RI News. Purwokerto – Di tengah hiruk-pikuk acara Halal Bihalal pasca-Lebaran yang biasanya digelar secara besar-besaran, sekelompok pensiunan eselon dua Kabupaten Banyumas memilih cara yang lebih hangat dan personal. Mereka menggelar acara silaturahmi Halal Bihalal di Rumah Makan Ndalem Baron, Jalan Raya Baturaden, Purwokerto, pada Senin (13/4/2026) mulai pukul 10.00 WIB.
Acara yang dihadiri para pensiunan beserta pasangannya ini sengaja dikemas sederhana namun penuh makna. Panitia telah menyusun rangkaian kegiatan yang mengalir dari pembukaan, sambutan dan ikrar silaturahim, uraian hikmah silaturahim, foto bersama, ramah tamah, pembagian doorprize, santap siang, hingga penutup.
Acara dibuka dengan lafal basmalah bersama yang dipandu pembawa acara. Koordinator Paguyuban Pensiunan Eselon II Banyumas, IR. Tjutjun Sunarti Rochidie, M.Si., menyampaikan sambutan penuh syukur. “Alhamdulillah kita bisa berkumpul dan bersilaturahim dalam keadaan sehat walafiat. Saya pribadi mengucapkan minal aidzin wal faidzin, mohon maaf lahir dan batin,” ujarnya.

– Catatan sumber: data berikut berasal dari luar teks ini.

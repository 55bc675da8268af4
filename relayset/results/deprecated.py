"""Old attribute names of the results model, kept one release as deprecated aliases.

The results objects use the JSON's names (one vocabulary in the README, the JSON and
Python); an old name still reads the same value, with a :class:`DeprecationWarning`.
"""

from __future__ import annotations

import warnings


def alias(new: str, old: str, until: str = "0.4") -> property:
    """A read-only attribute ``old`` that returns ``new`` and warns once per call site."""

    def get(self):
        warnings.warn(f"{type(self).__name__}.{old} is deprecated and goes in relayset "
                      f"{until}; use .{new} (the JSON's name)", DeprecationWarning,
                      stacklevel=2)
        return getattr(self, new)

    return property(get, doc=f"Deprecated alias of ``{new}`` (removed in relayset {until}).")
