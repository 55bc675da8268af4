"""The relay basis: the one Z1, k0 and k0m the relay is set with, and where each came from."""

from __future__ import annotations

from dataclasses import dataclass
from typing import Any

from relayset.results.serialize import cplx, polar


@dataclass(frozen=True)
class RelayBasis:
    """Relay ends and the line replica the reach study, the settings and the verification use.

    Resolved once per study: a value given in ``[relay]`` wins, otherwise the ideally
    transposed line's own value is used (``*_given`` says which).
    """

    ends: tuple[str, ...]  #: substations with a relay, in the study's from/to order
    z1_set_ohm: complex  #: line replica Z1 for the whole line [ohm]
    k0_set: complex  #: residual compensation factor (Z0 - Z1)/(3 Z1) [1]
    k0m_set: complex | None  #: mutual compensation factor Z0M/(3 Z1) (double circuit) [1]
    z1_given: bool
    k0_given: bool
    k0m_given: bool
    ct_ratio: float  #: primary/secondary [1]
    vt_ratio: float  #: primary/secondary [1]

    def to_dict(self) -> dict[str, Any]:
        return {
            "ends": list(self.ends),
            "z1_set_ohm": cplx(self.z1_set_ohm),
            "k0_set": polar(self.k0_set),
            "k0m_set": None if self.k0m_set is None else polar(self.k0m_set),
            "z1_from": "study file" if self.z1_given else "line parameters",
            "k0_from": "study file" if self.k0_given else "line parameters",
            "k0m_from": None if self.k0m_set is None
            else ("study file" if self.k0m_given else "line parameters"),
            "ct_ratio": self.ct_ratio,
            "vt_ratio": self.vt_ratio,
        }
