"""THE results model: every number the console, the JSON, the CSV and the report show.

Frozen dataclasses, SI inside; :mod:`relayset.results.serialize` is the one JSON convention.
"""

from relayset.results.parameters import K0, Arrangement, CircuitSequence, LineParameters
from relayset.results.reach import (
    ArrangementReach,
    EndReach,
    LoopSummary,
    ReachStudyResult,
    WorstCase,
)
from relayset.results.settings import (
    Check,
    LoadCheck,
    SettingsResult,
    SettingWarning,
    SourceEnd,
    ZoneSetting,
)
from relayset.results.study import CAUTION, StudyResults

__all__ = [
    "CAUTION",
    "K0",
    "Arrangement",
    "ArrangementReach",
    "Check",
    "CircuitSequence",
    "EndReach",
    "LineParameters",
    "LoadCheck",
    "LoopSummary",
    "ReachStudyResult",
    "SettingWarning",
    "SettingsResult",
    "SourceEnd",
    "StudyResults",
    "WorstCase",
    "ZoneSetting",
]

Tjutjun Sunarti, yang dikenal di kalangan wartawan sebagai sosok bersih dan memiliki jiwa sosial tinggi, menjelaskan bahwa acara ini awalnya direncanakan sebagai jalan-jalan ke Yogyakarta. Namun, karena respon antusiasme yang luar biasa dari para anggota, kegiatan diubah menjadi Halal Bihalal. “Ini berkat kebersamaan kita semua. Bagi yang belum menyerahkan dana sosial tahunan sebesar Rp150.000, silakan menemui Bendahara Ibu Titik. Dana tersebut selama dua tahun ini digunakan untuk membantu rekan yang sakit atau meninggal dunia,” tambahnya sambil mengucapkan terima kasih kepada yang telah berkontribusi.
Perwakilan pensiunan, IR. Susanto, yang ditunjuk sebagai pemberi sambutan, mengaku kaget sekaligus bangga dipercaya mewakili rekan-rekannya. “Terima kasih Bu Tjutjun. Mudah-mudahan amal ibadah kita di bulan Ramadhan lalu diterima Allah SWT, dan kita bisa bertemu lagi di Halal Bihalal mendatang,” katanya sebagai senioritas paguyuban.
Sesi uraian hikmah silaturahim dan tausiyah diisi Haji Tohari. Ia menekankan bahwa Halal Bihalal bukan sekadar tradisi, melainkan sarat nilai syariat. “Ada silaturahim, ada saling memaafkan, itu semua syariat. Rezeki kita datang dari Allah, dan ada hak orang lain di dalamnya yang harus diselesaikan di dunia ini melalui zakat, infaq, dan sedekah,” jelas Haji Tohari.
Ia juga menyampaikan pesan mendalam tentang kekuatan hati. “Orang kuat bukan yang pandai bergulat, tapi yang mampu mengendalikan kemarahan. Jangan biarkan dendam atau sakit hati membebani hati, apalagi di usia senja seperti ini. Maafkan, delete, dan jangan ingat lagi agar kita tetap sehat jasmani dan rohani,” pungkasnya.
Setelah tausiyah, acara dilanjutkan dengan saling bersalaman dan foto bersama yang diatur pengurus. Kyai Taefur memimpin doa bersama sebagai ungkapan syukur dan harapan agar cita-cita baik para peserta diijabah Allah SWT.
Pada sesi isoma, para undangan menikmati santapan siang yang disediakan. Sebagian peserta juga melaksanakan sholat Dhuhur di mushola yang tersedia di lokasi. Acara semakin meriah dengan sesi tukar kado berisi berbagai barang menarik serta undian doorprize yang diawasi ketat pengurus agar berlangsung adil dan transparan. Beberapa peserta yang berbakat juga menyemarakkan suasana dengan menyanyi di panggung.
Pukul 13.00 WIB, pembawa acara menutup kegiatan dengan bacaan Alhamdulillah, menyatakan acara berjalan sukses dan penuh kehangatan.
Acara ini menjadi bukti bahwa silaturahim di kalangan pensiunan tidak harus mewah, cukup dengan keikhlasan dan kebersamaan untuk menjaga tali persaudaraan tetap erat.